Deserted is the table at last; hand shaking, kissing and good-byes follow. Down the rose road walks a man in uniform leading the daughter – the only daughter of the house.
" So long, Mary," calls her big brother.
A shower of rice from Philip; a wave of hand from the father; a flutter of handkerchief by the mother. The machine is out of sight.
Another night came to the Rose Door. As a matter of fact nights never failed to come to that Public Benefit; had the calamity of an immortal day fallen on that tollbooth its commanding buccaneer would have wirelessed Mars to put out the sun. Nights were indispensable to the Rose Door.
Two girls were holding a conversation – were they? The dictionary defines"conversation" as" an interchange of ideas."

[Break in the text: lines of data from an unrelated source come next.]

using System.Buffers;

namespace Campaigns.Statistics.Corrections;

/// <summary>Hommel's correction: closed testing with Simes' test of every intersection; never weaker than Hochberg's.</summary>
/// <remarks>
/// The adjusted p-value of p is the smallest max(a(h + 1), h p) over h = 0..m, where a(s) is the Simes p-value of the s largest p-values and a(m + 1) = 0.
/// The first term falls in h and the second rises, so as p grows the crossing moves down: one walk for all. Products and quotients are rounded once; since rounding keeps
/// order, the least of rounded candidates is the rounded least. Time m log m, checked against closed testing over all intersections.
/// </remarks>
public sealed class Hommel : Correction
{
    /// <inheritdoc/>
    public override string Key => "hommel";

    /// <inheritdoc/>
    public override string Name => "Hommel";

    /// <inheritdoc/>
    public override ErrorRate Controls => ErrorRate.Familywise;

    /// <inheritdoc/>
    public override Dependence ValidUnder => Dependence.Simes;

    /// <inheritdoc/>
    public override string Guarantee => "The probability of at least one false survivor is at most the level if Simes' inequality holds for the true nulls, as it does for independent experiments.";

    /// <inheritdoc/>
    public override string Source => "G. Hommel (1988), Biometrika 75:383-386";

    /// <inheritdoc/>
    public override bool IsSimpleSelection => false;

    /// <inheritdoc/>
    protected override void AdjustSorted(ReadOnlySpan<double> sorted, int familySize, Span<double> adjusted) => Fill(sorted, familySize, adjusted);

    /// <summary>The adjusted p-values of ascending p-values.</summary>
    internal static void Fill(ReadOnlySpan<double> sorted, int familySize, Span<double> adjusted)
    {
        int untested = familySize - sorted.Length;
        double[] simes = ArrayPool<double>.Shared.Rent(sorted.Length);
        TailSimes.Fill(sorted, familySize, simes.AsSpan(0, sorted.Length));

        // Tail number i leaves out the i smallest p-values: a(h) is tail m - h. Without any tested p-value it is 1, so no h below the untested ones improves on 1.
        int h = familySize;
        for (int k = 0; k < sorted.Length; k++)
        {
            double p = sorted[k];
            while (h > untested && (h - 1) * p >= simes[familySize - h])
            {
                h--;
            }

            double before = h > untested ? simes[familySize - h] : 1;
            adjusted[k] = Math.Min(h * p, before);
        }

        ArrayPool<double>.Shared.Return(simes);
    }
}
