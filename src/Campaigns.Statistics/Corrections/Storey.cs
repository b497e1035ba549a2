namespace Campaigns.Statistics.Corrections;

/// <summary>The adaptive step-up correction of Storey, Taylor and Siegmund for the false discovery rate, in the form that holds it in finite families.</summary>
/// <remarks>
/// With W the number of p-values above lambda = 1/2 in the family (the untested among them), m0 = (W + 1)/(1 - lambda) estimates the number of true nulls, not capped at m.
/// The procedure rejects p-values up to the largest t, at most lambda, at which m0 t / R(t) is at most the level, R(t) counting p-values up to t. So the adjusted p-value of rank i is the
/// smallest m0 p(j) / j over j >= i with p(j) at most lambda, at most 1, and 1 for every p-value above lambda: those take no part in the step-up. Each quotient is rounded once.
/// </remarks>
public sealed class Storey : Correction
{
    /// <summary>P-values above it count as those of true nulls and never survive.</summary>
    public const double Lambda = 0.5;

    /// <summary>1 / (1 - lambda).</summary>
    private const double Scale = 2;

    /// <inheritdoc/>
    public override string Key => "storey";

    /// <inheritdoc/>
    public override string Name => "Storey, with lambda 0.5";

    /// <inheritdoc/>
    public override ErrorRate Controls => ErrorRate.FalseDiscovery;

    /// <inheritdoc/>
    public override Dependence ValidUnder => Dependence.Independent;

    /// <inheritdoc/>
    public override string Guarantee =>
        "The expected share of false survivors among all survivors is at most the level if the experiments are independent; where most nulls look false, an experiment with p above the level, up to 0.5, can survive.";

    /// <inheritdoc/>
    public override string Source => "J. D. Storey, J. E. Taylor and D. Siegmund (2004), Journal of the Royal Statistical Society B 66:187-205";

    /// <inheritdoc/>
    public override bool MayGoBelowP => true;

    /// <inheritdoc/>
    protected override void AdjustSorted(ReadOnlySpan<double> sorted, int familySize, Span<double> adjusted) =>
        StepUp(sorted, familySize - CountUpTo(sorted, Lambda), adjusted);

    /// <summary>In a rescaled tail nothing tells any more how many p-values lie above lambda: the family does.</summary>
    private protected override FarTail.Procedure InTail(RankedFamily family)
    {
        int above = family.FamilySize - CountUpTo(family.Sorted, Lambda);
        return (sorted, _, adjusted) => StepUp(sorted, above, adjusted);
    }

    private static void StepUp(ReadOnlySpan<double> sorted, int above, Span<double> adjusted)
    {
        double trueNulls = Scale * (above + 1.0);
        for (int k = 0; k < sorted.Length; k++)
        {
            adjusted[k] = sorted[k] <= Lambda ? ExactProducts.Quotient(sorted[k], trueNulls, 0, k + 1) : 1;
        }

        Steps.Up(adjusted);
    }

    private static int CountUpTo(ReadOnlySpan<double> sorted, double bound)
    {
        int count = 0;
        while (count < sorted.Length && sorted[count] <= bound)
        {
            count++;
        }

        return count;
    }
}
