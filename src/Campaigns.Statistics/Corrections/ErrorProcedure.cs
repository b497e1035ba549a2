namespace Campaigns.Statistics.Corrections;

/// <summary>A published procedure that holds an error rate over many tests: a batch correction, or one that decides as experiments arrive.</summary>
public abstract class ErrorProcedure
{
    /// <summary>The short, frozen, lower-case word by which plans, files and commands name the procedure.</summary>
    public abstract string Key { get; }

    /// <summary>The procedure's published name.</summary>
    public abstract string Name { get; }

    /// <summary>The error rate that the procedure holds.</summary>
    public abstract ErrorRate Controls { get; }

    /// <summary>The dependence between the p-values under which it is proved.</summary>
    public abstract Dependence ValidUnder { get; }

    /// <summary>The guarantee in one sentence for people.</summary>
    public abstract string Guarantee { get; }

    /// <summary>Where the procedure was published.</summary>
    public abstract string Source { get; }
}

" You make me tired, Mary Sullivan, honest to God you do, standing up for folks that don't lift a finger for you. Here we are and here we have always got to stay; but the men in the bit with us, call leave it and get to be mayor or senator or preacher. Oh, the preachers! We here, and they sitting with their bellies full, studying their Sunday lesson, 'Whatever is, is right.' Ugh, to hell with them–my Rabbi and your Priest!"
"But maybe, Rebecca –"
"Oh, shut up with your 'maybes.' Maybe they are tearing their hair out because we are sick to the death of this life. Maybe they walk the floor all night because we can't get out and make a living another way, any more than a fly that is pulling itself in two on sticky fly paper, can ever get off it. Didn't you try? Didn't I try? Did you ever hear of a preacher going insane thinking about our case? A prize fight makes them nutty, but us –"
"Still, Rebecca, maybe –"
"Yes, maybe they'll pull down these walls tonight, like the French people did to that prison and maybe they'll just go to bed and sleep," and Rebecca removed her cigarette, to spit straight out into their faces, while Mary Sullivan gave up and went out of the room.

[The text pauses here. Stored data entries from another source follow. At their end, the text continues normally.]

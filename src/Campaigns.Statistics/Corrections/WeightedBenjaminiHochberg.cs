using Campaigns.Statistics.Numerics;

namespace Campaigns.Statistics.Corrections;

/// <summary>The Benjamini-Hochberg step-up correction with weights.</summary>
/// <remarks>With ranks by p/w, the adjusted p-value of rank k is the smallest p(j)/w(j) times the sum of all weights over j, for j &gt;= k, at most 1. The untested rest takes the last ranks whatever it weighs: what was not tested is not rejected.</remarks>
public sealed class WeightedBenjaminiHochberg : WeightedCorrection
{
    /// <inheritdoc/>
    public override string Key => "weighted-bh";

    /// <inheritdoc/>
    public override string Name => "Weighted Benjamini-Hochberg";

    /// <inheritdoc/>
    public override ErrorRate Controls => ErrorRate.FalseDiscovery;

    /// <inheritdoc/>
    public override Dependence ValidUnder => Dependence.PositiveRegression;

    /// <inheritdoc/>
    public override string Guarantee =>
        "The expected share of false survivors among all survivors is at most the level if the experiments are independent or positively dependent and the weights were fixed before the data; an experiment of great weight with p above the level can survive.";

    /// <inheritdoc/>
    public override string Source => "C. R. Genovese, K. Roeder and L. Wasserman (2006), Biometrika 93:509-524; positive dependence: G. Blanchard and E. Roquain (2008), Electronic Journal of Statistics 2:963-992";

    /// <inheritdoc/>
    public override bool MayGoBelowP => true;

    private protected override bool IsStepUp => true;

    private protected override (DoubleDouble Weights, int Divisor) FactorAt(int rank, DoubleDouble total, DoubleDouble from) => (total, rank + 1);
}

The wise man smiles in business hours. The customer has troubles, certainly, but the seller of goods has none.
"I heard you got married, Herb."
"Who told you?"
"Oh, a little bird. I didn't think I'd see Lieutenant Kenyon any more."
"A man can't give up all his friends just because he gets married, Rebecca."
Rebecca hummed:
"There's no place like home, dear,
But I'm afraid to come home in the dark."